Which Treasury Bonds Are the Best?

For those in the market to purchase U.S. Treasurys, it’s a little like hitting the local coffee shop for a small mocha. Or a medium one. Or a large. Or an extra large, an extra-extra large — and the jumbo of all jumbos, the 30-year.

Indeed, it might take a super-duper java to wrap your head around it all. Treasurys come in denominations based on the length of the bond, such as two-year, five-year and 10-year increments: 11 in all as offered by the Department of Treasury. Simply put, the longer the bond length, the higher its yield.

“Selecting the best maturities for Treasury bonds depends in part on the slope of the yield curve,” says Roger C. Tutterow, an economics professor at Kennesaw State University’s Michael J. Coles College of Business in Georgia. “Unless investors are confident they will hold the bond to maturity, they’re accepting interest rate risk — so the need to get paid for that — with higher yield on long-dated bonds.”

[See: 9 Financial ETFs Rising with Interest Rates.]

And therein lies the challenge. If a one-month Treasury has 1.95 percent return and a 30-year offers 3 percent, then where in between should investors fall?

First, it helps to know how exactly these investment vehicles work. Treasurys are bonds — money that you in essence loan to the U.S. government and that collects interest. These securities are also viewed as one of the safest investment options around. Unless the federal government itself defaults — and that would mean much bigger problems for all of us than bond prices — Treasurys are removed from the same financial forces that put stocks at peril.

Risk-free doesn’t mean Treasurys are bulletproof, though. Interest rate risk, for example, can knock Treasurys off balance. Rising market interest rates equal lower fixed-rate bond prices; falling rates equal higher prices. Think of a seesaw: the exact image the Securities and Exchange Commission uses in an investor education document that explains the phenomenon.

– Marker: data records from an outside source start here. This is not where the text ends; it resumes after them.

"""The face of the ledger: what a coordinator, a table and an audit may ask of it, whatever database it is.

One coordinator holds a series by a lease. Every method that takes a lease checks its token inside the
transaction that writes, and raises HeldError, having changed nothing, if another has taken the series over.
All methods raise LedgerError when the database fails; what was accepted before is never lost by that.
A store may be used from several threads.
"""

from __future__ import annotations

from collections.abc import Mapping, Sequence
from dataclasses import dataclass
from enum import StrEnum
from typing import Protocol, Self

from fleetcount.ledger.states import OPEN, State
from fleetcount.series.tally import Tally

LEASE_SECONDS = 15.0
"""A lease that is not renewed ends after this time, by the clock of the database."""

RENEW_SECONDS = 3.0
"""How often a holder renews its lease."""


class Verdict(StrEnum):
    """What became of an answer."""

    ACCEPTED = "accepted"
    LATE = "late"
    """The unit was not out under this token any more. Nothing changed."""
    DOUBLE = "double"
    """The unit had a tally already, and this one does not contradict it. Nothing changed."""
    DISPUTED = "disputed"
    """The unit had a tally already that left the same rest, and this one has other numbers: an alarm."""
    REFUSED = "refused"
    """Checksum, text or children are not what they should be: an alarm. The unit is still out."""


@dataclass(frozen=True)
class Holder:
    """A coordinator process. `fleetcount.host` knows these facts about the own process.

    Attributes:
        machine: name of its machine.
        boot: id of the run of that machine in which the process id means something.
        pid: process id.
        started: start of the process, in a unit that only the machine itself needs to understand.
    """

    machine: str
    boot: str
    pid: int
    started: int


@dataclass(frozen=True)
class Lease:
    """The right to write a series, until `ends` (microseconds UTC, by the clock of the database)."""

    series: str
    token: str
    holder: Holder
    ends: int


@dataclass(frozen=True)
class SeriesRow:
    """A series of the ledger.

    Attributes:
        digest: its identity.
        canonical: its canonical definition.
        written: the definition as it was written.
        opened: microseconds UTC.
        records: number of records in its chain.
        head: link of the last one; the digest where there is none.
    """

    digest: str
    canonical: str
    written: str
    opened: int
    records: int
    head: str


@dataclass(frozen=True)
class ReadingRow:
    """A reading; times in microseconds UTC, `finished` None while it is open."""

    series: str
    reading: str
    purpose: str
    method: str
    method_version: int
    lengths: str
    width: int
    opened: int
    finished: int | None


@dataclass(frozen=True)
class UnitRow:
    """A unit. `parent` is None for a root; `token` is set while it is out; `attempts` counts failures;
    `verdict` is unchecked, agreed or disputed."""

    reading: str
    key: str
    parent: str | None
    factor: int
    weight: int
    expected: float
    state: State
    verdict: str
    attempts: int
    last_error: str | None
    token: str | None


@dataclass(frozen=True)
class Answer:
    """The tally of one unit, as a worker sent it.

    Attributes:
        text: canonical text of its TallyRecord.
        checksum: SHA-256 of the text, computed by the worker.
        token: of the hand-out it answers.
        expected: nodes that counting each child is expected to visit, in the order of the record's children.
        seconds: core time that the count took.
    """

    text: str
    checksum: str
    token: str
    expected: Sequence[float] = ()
    seconds: float = 0.0


@dataclass(frozen=True)
class Share:
    """Units of one state, the work expected of them, and the work done on them (all zero where none)."""

    units: int = 0
    expected: float = 0.0
    nodes: int = 0
    seconds: float = 0.0


@dataclass(frozen=True)
class Census:
    """The units of a reading by state; every state is there. For screens: `nodes` is exact up to 2^53."""

    states: Mapping[State, Share]

    @property
    def units(self) -> int:
        return sum(share.units for share in self.states.values())

    @property
    def nodes(self) -> int:
        """Nodes visited."""
        return sum(share.nodes for share in self.states.values())

    @property
    def seconds(self) -> float:
        """Core time inside kernels."""
        return sum(share.seconds for share in self.states.values())

    @property
    def expected(self) -> float:
        """Nodes expected of the units that have no tally yet."""
        return sum(self.states[state].expected for state in OPEN)

    @property
    def complete(self) -> bool:
        """No unit is without a tally."""
        return not any(self.states[state].units for state in OPEN)

    @property
    def share_done(self) -> float:
        """Nodes visited over nodes visited and expected; 1 exactly when complete."""
        if self.complete:
            return 1.0
        whole = self.nodes + self.expected
        return min(self.nodes / whole, 1 - 1e-9) if whole > 0 else 0.0


@dataclass(frozen=True)
class Machine:
    """A computer that counts. `standing` is counting, away, leaving, refused or suspect."""

    name: str
    processor: str
    system: str
    versions: Mapping[str, str]
    standing: str = "counting"


@dataclass(frozen=True)
class MachineRow:
    """A machine of the ledger, and when it was first and last noted (microseconds UTC)."""

    machine: Machine
    first_seen: int
    last_seen: int


@dataclass(frozen=True)
class EventRow:
    """Something that happened, at a time in microseconds UTC; `series` is None where it is about none."""

    at: int
    series: str | None
    kind: str
    text: str


@dataclass(frozen=True)
class Recent:
    """One of the tallies accepted last: for the speed on screens."""

    key: str
    machine: str
    nodes: int
    seconds: float
    accepted: int


@dataclass(frozen=True)
class Merged:
    """What a reading has found so far, every number of it checked.

    Attributes:
        table: sum over its tallies of weight times explored part.
        complete: every unit has a tally.
        head: link of the last record of the series' chain; the digest of the series where there is none.
        records: number of records in the chain.
        tallies: number of tallies summed.
        nodes: nodes visited.
        seconds: core time.
        machines: nodes visited by each machine, by name.
        engines: digests of the engines that counted, sorted.
        disputed: keys of units that another answer contradicted, sorted.
    """

    table: Tally
    complete: bool
    head: str
    records: int
    tallies: int
    nodes: int
    seconds: float
    machines: Mapping[str, int]
    engines: tuple[str, ...]
    disputed: tuple[str, ...]


class Store(Protocol):
    """A ledger, open. A context manager that closes it.

    Attributes:
        location: where it is, for messages, without any password.
        notices: what the user should be told once about how it was opened.
        lease_seconds: how long a lease lasts unless it is renewed.
    """

    location: str
    notices: tuple[str, ...]
    lease_seconds: float

    def close(self) -> None: ...

    def __enter__(self) -> Self: ...

    def __exit__(self, *exc: object) -> None: ...

    # Series and their leases

    def open_series(self, digest: str, canonical: str, written: str, opened: int) -> None:
        """Make a series known. Nothing changes if it is known already."""

    def series(self) -> list[SeriesRow]:
        """All series, in the order in which they were opened."""

    def take(self, series: str, holder: Holder, wait: float = 0.0) -> Lease:
        """Take the lease of a series; units that were out go back to waiting.

        A holder process of this machine that is gone is succeeded at once. Otherwise this looks on until the
        lease ends, and takes it then, or until the holder renews it. A holder that renews is waited for
        `wait` seconds longer (`math.inf`: for ever); then HeldError says who holds it and until when.
        """

    def renew(self, lease: Lease) -> Lease:
        """Put off the end of a lease; HeldError if another has taken it."""

    def release(self, lease: Lease) -> None:
        """Give a lease up. Nothing happens if it is lost already."""

    def holder(self, series: str) -> tuple[Holder, int] | None:
        """Who holds a series and until when, or None. Never raises for a series that is not there."""

    # Readings

    def open_reading(self, lease: Lease, opening: str, expected: Sequence[float]) -> None:
        """Open a reading by the text of its OpeningRecord; its roots wait.

        Args:
            opening: the text; its series is that of the lease, its reading a new one.
            expected: nodes expected for each root, in the order of the record's roots.
        """

    def readings(self, series: str) -> list[ReadingRow]:
        """The readings of a series, in the order of the chain."""

    def finish_reading(self, lease: Lease, reading: str) -> None:
        """Note that a reading is finished; LedgerError if a unit of it has no tally. Once is enough."""

    # Units

    def waiting(self, reading: str, limit: int) -> list[UnitRow]:
        """Units that wait, the largest expected work first, then by key."""

    def units(self, reading: str, *states: State, limit: int | None = None) -> list[UnitRow]:
        """Units in one of the states (default: in any), by key."""

    def hand_out(self, lease: Lease, reading: str, keys: Sequence[str], token: str) -> list[UnitRow]:
        """Put those of the units that wait out under a token, and return them in the order of `keys`."""

    def hand_back(
        self,
        lease: Lease,
        reading: str,
        keys: Sequence[str],
        token: str,
        failed: str | None = None,
        machine: str = "",
        machines: int = 1,
    ) -> list[UnitRow]:
        """Take those of the units that are out under the token back, and return them as they are now.

        Args:
            failed: what went wrong, if the units failed rather than being left untouched. A unit that has
                failed too often (`fleetcount.ledger.states.bars`) is barred, with an event.
            machine: where it failed.
            machines: how many machines are counting now.
        """

    def readmit(self, lease: Lease, reading: str, keys: Sequence[str]) -> list[UnitRow]:
        """Let barred units wait again, their failures forgotten, and return them."""

    def accept(self, lease: Lease, batch: Sequence[Answer]) -> list[Verdict]:
        """Accept the tallies of units that are out under the token of their answer, in one transaction.

        For each accepted answer its record is added to the chain, its children wait, and the unit is counted
        or divided. All other answers change nothing but, where something is wrong, the list of events and
        the mark that a unit is disputed. Two tallies of a unit are only comparable if they left the same
        rest, since a unit may stop anywhere; then they must agree in rows and factors.

        Returns: a verdict for each answer, in their order.
        """

    # Looking

    def census(self, reading: str) -> Census:
        """The units of a reading by state."""

    def latest(self, reading: str, limit: int) -> list[Recent]:
        """The tallies of a reading that were accepted last, the newest first."""

    def merge(self, series: str, reading: str, check: bool = True) -> Merged:
        """The sum of a reading, out of records that are checked.

        With `check`, the records of all readings of the series are read in the order of the chain: every
        checksum and link, that texts and columns agree, and that the units which follow from openings and
        tallies (keys, parents, factors, weights, states) are exactly those of the ledger: none missing, none
        added, none changed. Any contradiction is a TrustError that names the unit. What it cannot see is a
        chain whose last records are cut off where units, states and the head of the series have been put
        back as well: compare the head with one that was kept elsewhere. Not covered either is what follows
        from no record: expected work, failures, seconds, and the mark of being disputed.

        Without `check`, only the checksums of the reading's own tallies are computed and the weights of the
        units table are believed: for sums shown while counting, never for a table.
        """

    # Machines and events

    def note_machine(self, machine: Machine) -> None:
        """Note a machine as seen now, with its standing."""

    def machines(self) -> list[MachineRow]:
        """All machines, by name."""

    def event(self, series: str | None, kind: str, text: str) -> None:
        """Note that something happened."""

    def events(self, series: str | None = None) -> list[EventRow]:
        """What happened, to one series or at all, the oldest first."""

As for where the investor gets on and off that ride, so much depends on knowing ahead of time when you’ll need to tap the money you invest and the returns that accompany.

“It’s driven largely by one’s time horizon,” says Robert Johnson, professor of finance at Creighton University’s Heider College of Business. “For example, if one is accumulating a down payment for a home and plans on accessing the funds in say, two years, one should not invest in a 10-year bond. If you mismatch the maturity and the time horizon, you run the risk of losing money even though Treasury securities are risk free.”

In general, there’s no bad time to plunk down money in Treasurys — though some junctures are clearly more advantageous than others.

[See: 7 Things That Could Trigger a Stock Market Crash.]

“The current environment is particularly challenging for investors because the yield curve has been flattening over the past year, essentially bringing two-year bond yields close to 10-year bond yields,” says Angelo DeCandia, professor of business and accounting at Touro College in New York.

As of the start of the month, two-year Treasurys pay out 2.62 percent, while the 10-year stands just a touch above, at 2.86 percent. “Bond traders think of this as ‘the two-tenths spread’ and when it’s narrow, you have to question the wisdom of buying longer term bonds,” DeCandia says.

“If you know you’ll need the money, then don’t wait,” says David Ader, chief macro strategist at Informa Financial Intelligence and based in Stamford, Connecticut. “Don’t play the market. I don’t see rates beyond five to seven years going up much, but perhaps a bit — which again argues for buying bills and rethinking things when they mature in three or six months.”

Still, a sudden turn in the record bull market for stocks could change the equation entirely.

“This has been a very long cycle; stocks are very high — perhaps too rich — and if they get hit bonds will do well,” Ader says. “I’d start, soon, incrementally buying further out the curve if and when rates go up. I don’t see the 10-year going above 3.5 to 3.75 percent at most before the next recession takes yields lower.”

And so the risk behind this risk-free investment comes down to this: One bond does not fit all, any more than a short mocha consumed in one gulp will satisfy a jumbo drinker content to nurse their purchase for a long, long time.

[See: 8 Bond ETFs to Cope With Rising Interest Rates.]

“It will depend on many factors,” says London-based Peter Wilson, global fixed income strategist at Wells Fargo Investment Institute. Those include “the type of investor and the purpose of the investment, the point we’re at in the monetary policy cycle — that is, the investor’s view of interest rates in coming years — and the investor’s tolerance of risk and ability to maintain a position through short-term price swings. It’s all these and likely more.”

In other words, Wilson concludes: “There’s no single good answer.”